Vielversprechende Verbesserungen für Getriebefan-Triebwerke

Nach vier Jahren Forschung befindet sich das ENOVAL-Technologieprogramm auf der Zielgeraden. Im Sommer sollen die fünf Subprojekte abgeschlossen sein.

Ende 2017 haben sich die Partner des EU-Technologieprogramms ENOVAL (Engine Mdule Validators) zu einem Public Workshop in München getroffen, um sich über die Zwischenergebnisse auszutauschen. Mehr als 70 Prozent der Ziele sind laut einer Pressemitteilung mittlerweile erreicht, elf von 18 Prüfstandstests sind in den fünf Subprojekten abgeschlossen. Im Sommer soll das Porgramm beendet werden.

Im Fokus von ENOVAL stehen neue Technologien für Niederdruckkomponenten für mittlere, große und sehr große Getriebefan-Triebwerke. Dadurch soll der CO2-Ausstoß um bis zu fünf Prozent und die Lärmemissionen um bis zu 1,3 dB verringert werden. Erreichen wollen das die Partner aus Industrie, Forschung und Lehre durch ein höheres Gesamtdruckverhältnis zwischen 50:1 und 70:1 in Kombination mit höheren Nebenstromverhältnissen. „In ENOVAL bewegen wir uns beim Nebenstromverhältnis im Bereich zwischen 14:1 und 16:1“, sagt der ENOVAL-Koordinator Dr. Edgar Merkl von der MTU Aero Engines. Die neuen Antriebe sollen ab 2025 fliegen.

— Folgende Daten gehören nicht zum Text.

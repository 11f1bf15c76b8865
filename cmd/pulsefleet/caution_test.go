package main

import (
	"context"
	"encoding/json"
	"strings"
	"testing"

	"github.com/pulsefleet/pulsefleet/alarms"
	"github.com/pulsefleet/pulsefleet/internal/caution"
	pb "github.com/pulsefleet/pulsefleet/proto/pulsefleet/v1"
)

// afterCaution checks that a CSV or YAML output starts with the caution
// comment line (docs/contracts.md, "The caution on every output") and
// returns the rest, so a test can read the header and rows as before.
func afterCaution(t testing.TB, what, out string) string {
	t.Helper()
	rest, ok := strings.CutPrefix(out, caution.Comment)
	if !ok {
		t.Fatalf("%s does not start with the caution line %q:\n%.300s", what, caution.Comment, out)
	}
	return rest
}

// The trend command's CSV (points and steps) starts with the caution line,
// and replay's reader takes the points as they are.
func TestTrendOutputCarriesTheCaution(t *testing.T) {
	spo2, pulse := 95.0, 61.0
	var b strings.Builder
	if err := writeTrendPoints(&b, "bed-1", "", []*pb.TrendPoint{{TimeUnixMs: 1000, Spo2Pct: &spo2, PulseBpm: &pulse}}, true); err != nil {
		t.Fatal(err)
	}
	trends, err := alarms.ReadTrendCSV(strings.NewReader(afterCaution(t, "trend points", b.String())))
	if err != nil || len(trends) != 1 || len(trends[0].Samples) != 1 || trends[0].Samples[0].SpO2 != 95 {
		t.Errorf("trend points read back as %+v, %v", trends, err)
	}
	b.Reset()
	if err := writeBuckets(&b, "bed-1", "", []*pb.TrendBucket{{StartUnixMs: 0, Points: 1}}, true); err != nil {
		t.Fatal(err)
	}
	if rest := afterCaution(t, "trend steps", b.String()); !strings.HasPrefix(rest, "start_s,device,points") {
		t.Errorf("trend steps after the caution: %q", rest)
	}
}

// calibrate --format json carries the caution as a field.
func TestCalibrateJSONCarriesTheCaution(t *testing.T) {
	code, stdout, stderr := runCmd("calibrate", "--pairs", writeLinePairs(t), "--model", "linear", "--format", "json")
	if code != 0 {
		t.Fatalf("exit %d: %s", code, stderr)
	}
	var v map[string]any
	if err := json.Unmarshal([]byte(stdout), &v); err != nil {
		t.Fatal(err)
	}
	if v[caution.JSONKey] != caution.Text {
		t.Errorf("calibrate JSON %q = %v, want the caution", caution.JSONKey, v[caution.JSONKey])
	}
}

// estimate's reader skips '#' lines, so a raw file that starts with the
// caution line (or notes of the person who recorded it) is read as is.
func TestEstimateReaderSkipsCommentLines(t *testing.T) {
	in := caution.Comment + "# bench recording, finger probe\nred,ir\n"
	for i := 0; i < 200; i++ {
		in += "1000,900\n"
	}
	code, out, stderr := runCmdIn(in, "estimate", "--rate", "100")
	if code != 0 {
		t.Fatalf("exit %d: %s", code, stderr)
	}
	rows := strings.Split(strings.TrimSpace(afterCaution(t, "estimate output", out)), "\n")
	if rows[0] != "t_s,spo2_pct,pulse_bpm,pi_pct,sqi,ratio" || len(rows) != 3 {
		t.Errorf("estimate over 2 s after two comment lines: %q", rows)
	}
}

func runCmdIn(stdin string, args ...string) (code int, stdout, stderr string) {
	var o, e strings.Builder
	code = run(context.Background(), args, stdio{in: strings.NewReader(stdin), out: &o, err: &e})
	return code, o.String(), e.String()
}
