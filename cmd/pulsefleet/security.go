package main

import (
	"crypto/tls"
	"crypto/x509"
	"fmt"
	"net"
	"os"

	"google.golang.org/grpc"
	"google.golang.org/grpc/credentials"

	"github.com/pulsefleet/pulsefleet/internal/gateway"
)

// security is the transport set-up derived from the TLS flags.
type security struct {
	mode    string
	grpc    []grpc.ServerOption
	httpTLS *tls.Config
}

func securityOptions(c serveConfig) (*security, error) {
	if c.TLSCert == "" {
		mode := "plaintext, loopback only"
		if c.Insecure {
			mode = "PLAINTEXT on any address (--insecure)"
		}
		return &security{mode: mode}, nil
	}
	cert, err := tls.LoadX509KeyPair(c.TLSCert, c.TLSKey)
	if err != nil {
		return nil, fmt.Errorf("tls-cert/tls-key: %w", err)
	}
	gcfg := &tls.Config{Certificates: []tls.Certificate{cert}, MinVersion: tls.VersionTLS12}
	mode := "TLS"
	if c.ClientCA != "" {
		pem, err := os.ReadFile(c.ClientCA)
		if err != nil {
			return nil, fmt.Errorf("client-ca: %w", err)
		}
		pool := x509.NewCertPool()
		if !pool.AppendCertsFromPEM(pem) {
			return nil, fmt.Errorf("client-ca: %s holds no PEM certificate", c.ClientCA)
		}
		gcfg.ClientCAs = pool
		gcfg.ClientAuth = tls.RequireAndVerifyClientCert
		mode = "mutual TLS (clients must present a certificate)"
	}
	hcfg := &tls.Config{Certificates: []tls.Certificate{cert}, MinVersion: tls.VersionTLS12, NextProtos: []string{"http/1.1"}}
	return &security{mode: mode, grpc: []grpc.ServerOption{grpc.Creds(credentials.NewTLS(gcfg))}, httpTLS: hcfg}, nil
}

// gatewayOptions derives credential enforcement from the transport: only a
// plaintext gateway whose listeners are all on loopback may run open (while
// no token is issued); TLS or any other address requires tokens.
func (s *security) gatewayOptions(c serveConfig) gateway.SecurityOptions {
	loopbackOnly := isLoopback(c.GRPCListen) && isLoopback(c.HTTPListen)
	return gateway.SecurityOptions{
		RequireTokens:  c.RequireToken || c.TLSCert != "" || !loopbackOnly,
		SecureCookies:  c.TLSCert != "",
		DeviceTimeRate: c.DeviceTimeRate,
	}
}

func (s *security) apply(o *gateway.Options, c serveConfig) {
	o.GRPCServerOptions = append(o.GRPCServerOptions, s.grpc...)
	o.Security = s.gatewayOptions(c)
}

func (s *security) wrapHTTP(l net.Listener) net.Listener {
	if s.httpTLS == nil {
		return l
	}
	return tls.NewListener(l, s.httpTLS)
}
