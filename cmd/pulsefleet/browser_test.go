package main

import (
	"context"
	"os"
	"testing"
	"time"

	"github.com/chromedp/chromedp"
)

// pageBrowser starts Debian's headless Chromium for a page test (it fails
// when PULSEFLEET_REQUIRE_TOOLS is set and the browser is missing, else
// skips). It returns the browser's context, which lives until the test ends,
// and do, which runs steps within a bound (not a wait: under load a step can
// take tens of seconds) and fails the test naming what did not happen.
func pageBrowser(t *testing.T, width, height int) (context.Context, func(what string, steps ...chromedp.Action[chromedp.Void])) {
	t.Helper()
	const chromium = "/usr/bin/chromium"
	if _, err := os.Stat(chromium); err != nil {
		if os.Getenv("PULSEFLEET_REQUIRE_TOOLS") != "" {
			t.Fatalf("%s is required (PULSEFLEET_REQUIRE_TOOLS is set): %v; run .ci/deps.d/chromium.sh", chromium, err)
		}
		t.Skipf("%s not installed: %v", chromium, err)
	}
	ctx, cancel := context.WithTimeout(context.Background(), 4*time.Minute)
	t.Cleanup(cancel)
	actx, acancel := chromedp.NewExecAllocator(ctx, chromedp.ExecPath(chromium), chromedp.Flag("headless", true), chromedp.NoSandbox,
		chromedp.Flag("disable-gpu", true), chromedp.NoFirstRun, chromedp.NoDefaultBrowserCheck,
		chromedp.Flag("disable-background-networking", true), chromedp.Flag("disable-component-update", true),
		chromedp.Flag("disable-sync", true), chromedp.Flag("disable-dev-shm-usage", true),
		chromedp.UserDataDir(t.TempDir()), chromedp.WindowSize(width, height))
	t.Cleanup(acancel)
	bctx, bcancel := chromedp.NewContext(actx)
	t.Cleanup(bcancel)
	if err := chromedp.Do(bctx); err != nil {
		t.Fatalf("start %s: %v", chromium, err)
	}
	do := func(what string, steps ...chromedp.Action[chromedp.Void]) {
		t.Helper()
		sctx, cancel := context.WithTimeout(bctx, time.Minute)
		defer cancel()
		if err := chromedp.Do(sctx, steps...); err != nil {
			t.Fatalf("%s: %v", what, err)
		}
	}
	return bctx, do
}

„Nimmt man die Technologien aus Vorgängerprojekten wie LEMCOTEC und E-BREAK dazu, sind wir im Vergleich zu einem Jahr-2000-Triebwerk sogar neun Dezibel leiser – und verringern den CO2-Ausstoß um rund 28 Prozent“, so der ENOVAL-Chief Engineer Dr. Jörg Sieber, ebenfalls von der MTU. Im Rahmen von LEMCOTEC und E-BREAK wurden Technologien entwickelt, die zum einen das Gesamtdruckverhältnis und damit den thermischen Wirkungsgrad erhöhen und zum anderen Materialien und Subsysteme an die künftig steigenden Drücke und Temperaturen anpassen.

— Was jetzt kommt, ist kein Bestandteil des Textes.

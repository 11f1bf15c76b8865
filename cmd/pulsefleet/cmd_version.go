package main

import (
	"context"
	"fmt"
	"runtime"
	"runtime/debug"
)

// version is set at build time with -ldflags "-X main.version=...".
var version = "dev"

func init() {
	register(command{
		name:    "version",
		summary: "Print the version of this binary and of Go it was built with.",
		run: func(ctx context.Context, args []string, s stdio) error {
			fs := newFlagSet("version", "", s.err)
			if err := parseFlags(fs, args); err != nil {
				return err
			}
			v := version
			if bi, ok := debug.ReadBuildInfo(); ok && v == "dev" && bi.Main.Version != "" && bi.Main.Version != "(devel)" {
				v = bi.Main.Version
			}
			fmt.Fprintf(s.out, "pulsefleet %s (%s, %s/%s)\n", v, runtime.Version(), runtime.GOOS, runtime.GOARCH)
			return nil
		},
	})
}
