package main

import (
	"context"
	"fmt"
	"slices"
	"strings"
	"testing"
	"time"

	"github.com/pulsefleet/pulsefleet/internal/shard"
	pb "github.com/pulsefleet/pulsefleet/proto/pulsefleet/v1"
)

// movingDevice picks a device id that gateway set from owns and that the
// gateway to wins once it joins.
func movingDevice(t *testing.T, addrs []string, from, to int) string {
	t.Helper()
	without, _ := shard.NewRing([]string{addrs[from], addrs[3-from-to]})
	with, _ := shard.NewRing(addrs)
	for i := 0; i < 10000; i++ {
		id := fmt.Sprintf("away-%04d", i)
		if without.Owner(id) == addrs[from] && with.Owner(id) == addrs[to] {
			return id
		}
	}
	t.Fatal("no device id moves as wanted")
	return ""
}

// A device with an announced alarm moves away from a live gateway (a member
// joins and wins it): the gateway it left still lists the device and the
// episode, marked as moved to the new gateway, neither active (no active
// condition, not in the active episodes or the active-alarm gauge) nor
// ended; `pulsefleet devices` there says where it went; the gateway it
// moved to shows the episode active (adopted, not announced again).
func TestFleetOnEtcdMovedAwayEpisodesShowWhereTheyWent(t *testing.T) {
	if testing.Short() {
		t.Skip("process test")
	}
	f := newEtcdFleet(t, 3)
	const joiner = 2
	f.kill(joiner)
	f.waitMembers2(t, []int{0, 1}, 2, 30*time.Second)
	from := 0
	id := movingDevice(t, f.addrs, from, joiner)
	ctx, cancel := context.WithCancel(context.Background())
	defer cancel()
	d, owner := openOwned(t, ctx, f.addrs[from], id, 10*time.Second)
	if owner != f.addrs[from] {
		t.Fatalf("device %s taken by %s, want %s", id, owner, f.addrs[from])
	}
	t0 := time.Now().Add(-90 * time.Second).Truncate(time.Second).UnixMilli()
	for i := int64(0); i < 40; i++ { // spo2_low announced after its 15 s delay
		d.send(uint64(i+1), t0+i*1000, 80)
	}
	for d.acked < 40 {
		d.recv()
	}
	if l := announcedOn(f, from, "spo2_low"); !strings.HasSuffix(l, " 1") {
		t.Fatalf("gateway %d: %q, want spo2_low announced once before the move", from, l)
	}
	time.Sleep(500 * time.Millisecond) // the alarm snapshot's publication
	f.start(t, joiner)
	fc := fleetClient(t, f.addrs[from])
	deadline := time.Now().Add(30 * time.Second)
	var dev *pb.Device
	for {
		gd, err := fc.GetDevice(ctx, &pb.GetDeviceRequest{DeviceId: id})
		if err != nil {
			t.Fatal(err)
		}
		if dev = gd.GetDevice(); dev.GetMovedToGateway() != "" {
			break
		}
		if time.Now().After(deadline) {
			t.Fatalf("gateway %d does not show device %s moved within 30 s of the join: %v", from, id, dev)
		}
		time.Sleep(100 * time.Millisecond)
	}
	if dev.GetMovedToGateway() != f.addrs[joiner] || dev.GetConnected() || len(dev.GetActiveConditions()) != 0 || dev.GetMovedUnixMs() == 0 {
		t.Errorf("left gateway's device: moved to %q at %d, connected %v, active %v; want moved to %s, not connected, no active condition",
			dev.GetMovedToGateway(), dev.GetMovedUnixMs(), dev.GetConnected(), dev.GetActiveConditions(), f.addrs[joiner])
	}
	var ep *pb.Episode
	for ep.GetMovedToGateway() == "" && time.Now().Before(deadline.Add(10*time.Second)) { // stored by the writer
		all, err := fc.ListEpisodes(ctx, &pb.ListEpisodesRequest{DeviceId: id})
		if err != nil {
			t.Fatal(err)
		}
		for _, e := range all.GetEpisodes() {
			if e.GetCondition() == "spo2_low" {
				ep = e
			}
		}
		time.Sleep(50 * time.Millisecond)
	}
	if ep == nil || ep.GetMovedToGateway() != f.addrs[joiner] || ep.GetActive() || ep.GetEndedUnixMs() != 0 || ep.GetAnnouncedUnixMs() == 0 {
		t.Errorf("left gateway's spo2_low episode %v: want listed, announced, moved to %s, not active, not ended", ep, f.addrs[joiner])
	}
	act, err := fc.ListEpisodes(ctx, &pb.ListEpisodesRequest{DeviceId: id, ActiveOnly: true})
	if err != nil || len(act.GetEpisodes()) != 0 {
		t.Errorf("left gateway's active episodes of %s: %v, %v; want none (active where the device streams)", id, act.GetEpisodes(), err)
	}
	if l := findLine(scrapeMetrics(f.kids[from].httpAddr), `pulsefleet_alarms_active{condition="spo2_low"`); l != "" && !strings.HasSuffix(l, " 0") {
		t.Errorf("left gateway's gauge: %q, want 0", l)
	}
	code, out, stderr := runCmd("devices", "--gateway", f.addrs[from])
	if code != 0 || !strings.Contains(out, id) || !strings.Contains(out, "moved to "+f.addrs[joiner]) {
		t.Errorf("devices --gateway (left gateway): code %d, want %s listed as moved to %s:\n%s%s", code, id, f.addrs[joiner], out, stderr)
	}
	code, out, stderr = runCmd("episodes", "--gateway", f.addrs[from], "--device", id)
	if code != 0 || !strings.Contains(out, "moved to "+f.addrs[joiner]) {
		t.Errorf("episodes --gateway (left gateway): code %d, want the episode moved to %s:\n%s%s", code, f.addrs[joiner], out, stderr)
	}

	// The device follows: at the new gateway the episode is active.
	d2, at := openOwned(t, ctx, f.addrs[from], id, 20*time.Second)
	if at != f.addrs[joiner] {
		t.Fatalf("device reconnected to %s, want %s", at, f.addrs[joiner])
	}
	d2.send(41, t0+40_000, 80)
	for d2.acked < 41 {
		d2.recv()
	}
	gd, err := fleetClient(t, f.addrs[joiner]).GetDevice(ctx, &pb.GetDeviceRequest{DeviceId: id})
	if err != nil {
		t.Fatal(err)
	}
	if !slices.Contains(gd.GetDevice().GetActiveConditions(), "spo2_low") || gd.GetDevice().GetMovedToGateway() != "" {
		t.Errorf("new gateway: active %v, moved %q; want spo2_low active there", gd.GetDevice().GetActiveConditions(), gd.GetDevice().GetMovedToGateway())
	}
	if l := announcedOn(f, joiner, "spo2_low"); l != "" && !strings.HasSuffix(l, " 0") {
		t.Errorf("new gateway: %q, want spo2_low not announced again", l)
	}
}

// waitMembers2 waits until the gateways in which all see n members.
func (f *etcdFleet) waitMembers2(t testing.TB, which []int, n int, within time.Duration) {
	t.Helper()
	deadline := time.Now().Add(within)
	for {
		ok := true
		for _, i := range which {
			g := membersRe.FindStringSubmatch(findLine(scrapeMetrics(f.kids[i].httpAddr), "pulsefleet_cluster_members "))
			ok = ok && g != nil && g[1] == fmt.Sprint(n)
		}
		if ok {
			return
		}
		if time.Now().After(deadline) {
			t.Fatalf("gateways %v do not see %d members within %v", which, n, within)
		}
		time.Sleep(100 * time.Millisecond)
	}
}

ENOVAL läuft innerhalb des 7. EU-Rahmenprogramms, hat eine Laufzeit von 58 Monaten und verfügt über ein Budget von mehr als 45 Millionen Euro. 26,5 Millionen Euro kommen von der EU. Unter der Leitung des Münchner Triebwerksherstellers MTU Aero Engines entwickeln 35 europäische Partner aus zehn Ländern neue Niederdruckwellen-Technologien. Der Fokus liegt auf Antrieben mit Getriebefan-Technologie. Im ENOVAL-Konsortium arbeiten die wichtigsten europäischen Triebwerksunternehmen – darunter Avio Aero, GKN Aerospace, ITP, MTU, Rolls-Royce, Safran Aircraft Engines, Safran Aero Boosters und Safran Helicopter Engines - mit kleinen und mittelständischen Unternehmen der Luftfahrtbranche sowie Universitäten und Forschungsinstitutionen zusammen.